Only some lines are wanted. Transcribe, exactly, the lines below from the line with "for (let k = 0;" up to and including the line with "const m = n * scale;".

(Saved data entries)
----------------------------------------
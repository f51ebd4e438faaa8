/**
 * Independent reference quadratures for photon orbits, shared by the physics tests
 * (test/physics/raytrace.test.ts, test/physics/lineprofile.test.ts). Nothing here uses
 * physics/raytrace.ts: only the project's Gauss-Legendre nodes and Brent root finder.
 *
 * Plane crossings of a Kerr ray from the Mino-time integrals. Along a ray, Mino time is
 * int du/sqrt(P(u)) = int dmu/sqrt(M(mu)) (Carter 1968, Phys. Rev. 174, 1559: R(r) and
 * Theta(theta); Mino 2003, Phys. Rev. D 67, 084027), u = 1/r, mu = cos theta, with the constants
 * per unit energy of the ray through image point (alpha, beta) of an observer at inclination i,
 * lambda = -alpha sin i (Bardeen 1973) and q = beta^2 + (alpha^2 - a^2) cos^2 i (Cunningham &
 * Bardeen 1973):
 *   P(u) = 1 + (a^2 - lambda^2 - q) u^2 + 2 (q + (lambda - a)^2) u^3 - a^2 q u^4,
 *   M(mu) = q - (q + lambda^2 - a^2) mu^2 - a^2 mu^4 = (mu+^2 - mu^2)(a^2 mu^2 + q/mu+^2).
 * Polar: with mu = mu+ sin t, int dmu/sqrt(M) = int dt/sqrt(a^2 mu+^2 sin^2 t + q/mu+^2); the ray
 * reaches mu = 0 for the n-th time after T(t_i) + (n - 1) 2 T(pi/2) (beta <= 0: mu falls straight
 * to 0) or 2 T(pi/2) - T(t_i) + (n - 1) 2 T(pi/2) (beta > 0: it first rises to mu+), with
 * sin t_i = cos i/mu+.
 * Radial: near the turning point u_t, P(u) = (u_t - u) D(u) exactly, with
 *   D(u) = -[c2 (u + u_t) + c3 (u^2 + u u_t + u_t^2) + c4 (u^3 + u^2 u_t + u u_t^2 + u_t^3)]
 * (c2, c3, c4 the coefficients of u^2, u^3, u^4), and u = u_t (1 - s^2) gives the regular
 * integrand 2 sqrt(u_t)/sqrt(D(u)): no endpoint singularity is left.
 * Composite Gauss-Legendre throughout; `scale` multiplies the panels (2 = the convergence check
 * of the reference itself).
 */
import { gaussLegendre } from '../../physics/quadrature.js';
import { brent } from '../../physics/roots.js';

const GL = gaussLegendre(20);

/** Brent's method to (nearly) the last bit. */
export const TIGHT = { xRelTol: 1e-15 };

/** Composite 20-point Gauss-Legendre integral of f over the panels with boundaries `cuts`. */
export function gl(f: (x: number) => number, cuts: number[]): number {
  let sum = 0;
  for (let p = 0; p + 1 < cuts.length; p++) {
    const c = (cuts[p] + cuts[p + 1]) / 2;
    const h = (cuts[p + 1] - cuts[p]) / 2;
    let s = 0;
    for (let k = 0; k < GL.x.length; k++) s += GL.w[k] * f(c + h * GL.x[k]);
    sum += h * s;
  }
  return sum;
}

/** n * scale equal panels on [lo, hi]. */
export function uniformCuts(lo: number, hi: number, n: number, scale: number): number[] {
  const m = n * scale;
  return Array.from({ length: m + 1 }, (_, k) => lo + ((hi - lo) * k) / m);
}

/** Panels graded geometrically toward lo (lo, lo + d 2^-m, ..., lo + d/2, lo + d), each split into `scale` parts. */
export function gradedCuts(lo: number, hi: number, m: number, scale: number): number[] {
  const base = [lo];
  for (let k = m; k >= 0; k--) base.push(lo + (hi - lo) * Math.pow(2, -k));
  const cuts = [lo];
  for (let p = 0; p + 1 < base.length; p++) for (let j = 1; j <= scale; j++) cuts.push(base[p] + ((base[p + 1] - base[p]) * j) / scale);
  return cuts;
}

/** lambda and q of the ray through image point (alpha, beta) at inclination inc (Bardeen 1973; Cunningham & Bardeen 1973). */
export function constantsOfMotion(a: number, inc: number, alpha: number, beta: number): { lam: number; q: number } {
  return { lam: -alpha * Math.sin(inc), q: beta * beta + (alpha * alpha - a * a) * Math.cos(inc) ** 2 };
}

/** The radial polynomial P(u) = 1 + c2 u^2 + c3 u^3 + c4 u^4 of a ray with constants lam, q, and its derivative. */
export function radialPolynomial(a: number, lam: number, q: number) {
  const c2 = a * a - lam * lam - q;
  const c3 = 2 * (q + (lam - a) * (lam - a));
  const c4 = -a * a * q;
  const P = (u: number) => 1 + u * u * (c2 + u * (c3 + u * c4));
  const dP = (u: number) => u * (2 * c2 + u * (3 * c3 + 4 * c4 * u));
  return { c2, c3, c4, P, dP };
}

/** u = 1/r of the outer horizon 1 + sqrt(1 - a^2). */
export const horizonU = (a: number): number => 1 / (1 + Math.sqrt(1 - a * a));

/**
 * Smallest positive root of P below uH (NaN if none): P(0) = 1, so it lies before the first local
 * minimum of P (a root of the cubic P', found on 400 sub-intervals) at which P <= 0.
 */
export function turningPoint(P: (u: number) => number, dP: (u: number) => number, uH: number): number {
  const n = 400;
  let prev = 0;
  for (let k = 1; k <= n; k++) {
    const u0 = ((k - 1) * uH) / n;
    const u1 = (k * uH) / n;
    const m = dP(u0) < 0 && dP(u1) >= 0 ? brent(dP, u0, u1, TIGHT).root : k === n ? uH : NaN;
    if (Number.isNaN(m)) continue;
    if (P(m) <= 0) return brent(P, prev, m, TIGHT).root;
    prev = m;
  }
  return NaN;
}

/**
 * Radius of the n-th equatorial-plane crossing of the ray through image point (alpha, beta):
 * 0 if the ray falls through the horizon first (or never leaves the hemisphere, q <= 1e-12),
 * +Infinity if it leaves for infinity first. `levels` is the number of geometrically graded
 * panels toward the radial turning point.
 */
export function planeCrossing(a: number, inc: number, alpha: number, beta: number, n: number, scale = 1, levels = 30): number {
  const { lam, q } = constantsOfMotion(a, inc, alpha, beta);
  if (!(q > 1e-12)) return 0;
  // polar: Mino time from the observer (mu = cos i) to the n-th crossing of mu = 0
  const B = q + lam * lam - a * a;
  const sq = Math.sqrt(B * B + 4 * a * a * q);
  const mp2 = B >= 0 ? (2 * q) / (B + sq) : (sq - B) / (2 * a * a); // mu+^2, the positive root of M in mu^2, without cancellation
  const c = q / mp2;
  const T = (t1: number) => gl((t) => 1 / Math.sqrt(a * a * mp2 * Math.sin(t) ** 2 + c), uniformCuts(0, t1, 4, scale));
  const ti = Math.asin(Math.min(1, Math.cos(inc) / Math.sqrt(mp2)));
  const half = 2 * T(Math.PI / 2);
  const L = (beta <= 0 ? T(ti) : half - T(ti)) + (n - 1) * half;
  // radial
  const { c2, c3, c4, P, dP } = radialPolynomial(a, lam, q);
  const uH = horizonU(a);
  const ut = turningPoint(P, dP, uH);
  if (Number.isNaN(ut)) {
    // no turning point: Mino time to u is int_0^u du/sqrt(P)
    const I = (u: number) => gl((x) => 1 / Math.sqrt(P(x)), uniformCuts(0, u, 8, scale));
    if (I(uH) < L) return 0;
    return 1 / brent((u) => I(u) - L, 0, uH, TIGHT).root;
  }
  const D = (u: number) => -(c2 * (u + ut) + c3 * (u * u + u * ut + ut * ut) + c4 * (u * u * u + u * u * ut + u * ut * ut + ut * ut * ut));
  const h = (s: number) => (2 * Math.sqrt(ut)) / Math.sqrt(D(ut * (1 - s * s)));
  const near = (s1: number) => (s1 === 0 ? 0 : gl(h, gradedCuts(0, s1, levels, scale)));
  const toTurn = near(1);
  const target = L <= toTurn ? L : 2 * toTurn - L; // inward: int_0^u = L; outward: 2 int_0^u_t - int_0^u = L
  if (target <= 0) return Infinity;
  const s = brent((x) => toTurn - near(x) - target, 0, 1, TIGHT).root;
  return 1 / (ut * (1 - s * s));
}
----------------------------------------
| Response to the exercise |
    for (let k = 0; k < GL.x.length; k++) s += GL.w[k] * f(c + h * GL.x[k]);
    sum += h * s;
  }
  return sum;
}

/** n * scale equal panels on [lo, hi]. */
export function uniformCuts(lo: number, hi: number, n: number, scale: number): number[] {
  const m = n * scale;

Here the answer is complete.